Now the container must be stopped via ctrl-c, data is stored in the unifi-db volume. Let’s create a container unit:

cat > ~/.config/containers/systemd/unifi-db.container <<EOF
[Container]
ContainerName=unifi-db
Environment=MONGO_INITDB_ROOT_USERNAME=root MONGO_INITDB_ROOT_PASSWORD=unifi
Image=docker.io/mongo:5.0
Pod=unifi.pod
Volume=unifi-db.volume:/data/db:Z
EOF

And let’s create a similar container with the controller from an image maintained by LinuxServer.io since Ubiquiti does not provide any official images at this time:

cat > ~/.config/containers/systemd/unifi-app.container <<EOF
[Container]
ContainerName=unifi-app
Environment=PUID=1000 PGID=1000 TZ=Europe/Prague MONGO_USER=unifi MONGO_PASS=unifi MONGO_HOST=unifi-db MONGO_PORT=27017 MONGO_DBNAME=unifi MONGO_AUTHSOURCE=admin
Image=lscr.io/linuxserver/unifi-network-application:latest
Pod=unifi.pod
Volume=unifi-app.volume:/config:Z
[Unit]
After=unifi-db.service
EOF

Feel free to tune up environment variables, probably timezone is different and you can change passwords as well. MongoDB will not be exposed on the host interface so you can leave the password as is.

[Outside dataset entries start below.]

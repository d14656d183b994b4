// Loading for commands: catalogue and designs, with every problem gathered and
// the design-level engine problems tied to their file.
import { resolve } from "node:path";
import type { Catalogue } from "../core/catalogue.ts";
import type { DesignFile } from "../core/designs.ts";
import { formatProblem, type Problem } from "../core/problems.ts";
import { loadCatalogue, loadDesignFiles } from "../node/load-data.ts";

export function dataDir(flagValue: string | undefined): string {
  return resolve(flagValue ?? "data");
}

export type Loaded = { catalogue: Catalogue; designs: DesignFile[] } | { problems: Problem[] };

export function loadForCheck(data: string, designPaths: string[]): Loaded {
  const { catalogue, problems: catalogueProblems } = loadCatalogue(data);
  const { designs, problems: designProblems } = loadDesignFiles(designPaths);
  const problems = [...catalogueProblems, ...designProblems];
  return problems.length > 0 ? { problems } : { catalogue, designs };
}

export function renderProblems(problems: readonly Problem[]): string {
  const lines = problems.map(formatProblem);
  lines.push(`railsieve: ${problems.length} problem${problems.length === 1 ? "" : "s"} found; nothing was checked`);
  return `${lines.join("\n")}\n`;
}
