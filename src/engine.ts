// The one place that hands the registries to the engine: the topologies (with
// the rules of their roles) from src/topologies/, the design schema built from
// their names. Everything that evaluates or reads a design imports it from here,
// except the try page, which loads each topology when named (src/client/try/engine.ts).
import { designReader } from "./core/designs.ts";
import { ALL_TOPOLOGIES, createEngine, roleApplies, topologyDesignChecks, valueAt } from "./core/engine/engine.ts";
import { designSchemaFor } from "./core/schemas/design.ts";
import { TOPOLOGIES } from "./topologies/index.ts";

export const engine = createEngine(TOPOLOGIES);

export const { evaluateDesign, checkBom, rolesOf } = engine;

/** Topology ids a design may name, "all" last. */
export const TOPOLOGY_IDS = engine.topologyIds as readonly [string, ...string[]];
/** Every role id of every topology. */
export const ROLE_IDS: readonly string[] = engine.roles.map((r) => r.id);

export const designSchema = designSchemaFor({
  topologies: TOPOLOGY_IDS,
  roles: ROLE_IDS,
  check: topologyDesignChecks((d) =>
    engine.topologies.filter((t) => d.topology === t.id || d.topology === ALL_TOPOLOGIES),
  ),
});

export const { parseDesignText, parseDesignValue } = designReader(designSchema);

export { ALL_TOPOLOGIES, roleApplies, valueAt };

The final step is to create a pod, as you can see only few ports are expose. Reach out to Uniquity documentation for more ports, this is the minimum set of ports recommended:

cat > ~/.config/containers/systemd/unifi.pod <<EOF
[Pod]
PodName=unifi
PublishPort=8443:8443
PublishPort=8080:8080
PublishPort=3478:3478/udp
PublishPort=10001:10001/udp
[Install]
WantedBy=multi-user.target default.target
EOF

Validate podman generation, this is where it fails if you don’t have podman version 5.x or higher:

/usr/libexec/podman/quadlet -dryrun -user
quadlet-generator[6737]: Loading source unit file /home/lzap/.config/containers/systemd/unifi-app.container
quadlet-generator[6737]: Loading source unit file /home/lzap/.config/containers/systemd/unifi-app.volume
quadlet-generator[6737]: Loading source unit file /home/lzap/.config/containers/systemd/unifi-db.container
quadlet-generator[6737]: Loading source unit file /home/lzap/.config/containers/systemd/unifi-db.volume
quadlet-generator[6737]: Loading source unit file /home/lzap/.config/containers/systemd/unifi.pod
---unifi-app-volume.service---
[X-Volume]
VolumeName=unifi-app
[Unit]
RequiresMountsFor=%t/containers
[Service]
ExecStart=/usr/bin/podman volume create --ignore unifi-app
Type=oneshot
RemainAfterExit=yes
SyslogIdentifier=%N
--- ... ---

This command may print some warnings you can ignore, but it must print all the services that will be used by systemd. It is now time to generate service files:

systemctl --user daemon-reload

You need to run the daemon-reload command every time a change needs to be propagated. To check out the generated units:

ls $XDG_RUNTIME_DIR/systemd/generator -1
unifi-app.service
unifi-app-volume.service
unifi-db.service
unifi-db-volume.service
unifi-pod.service

Start the pod (it should be enabled by default on boot):

systemctl --user start unifi-pod

Visit your host URL https://podman-host:8443 and perform initial setup or restore from backup. Keep in mind that all the data are kept in your $HOME/.local/share/containers/storage/volumes/ directory, this includes automatic backups done by the controller. I suggest to set up configuration-only backups regularly in the admin interface of the Unifi Controller UI. To find the exact location of your data:

podman volume inspect unifi-app
...
/home/lzap/.local/share/containers/storage/volumes/unifi-app/_data
...

On my system, I need to backup the following directory: /home/lzap/.local/share/containers/storage/volumes/unifi-app/_data/data/backup/. You can do the same for the MongoDB data stored in the volume named unifi-db, but I think that only statistics are stored there - nothing important for a home deployment. Tho, if you are running a public service, you may be legally obligated to store records of client data.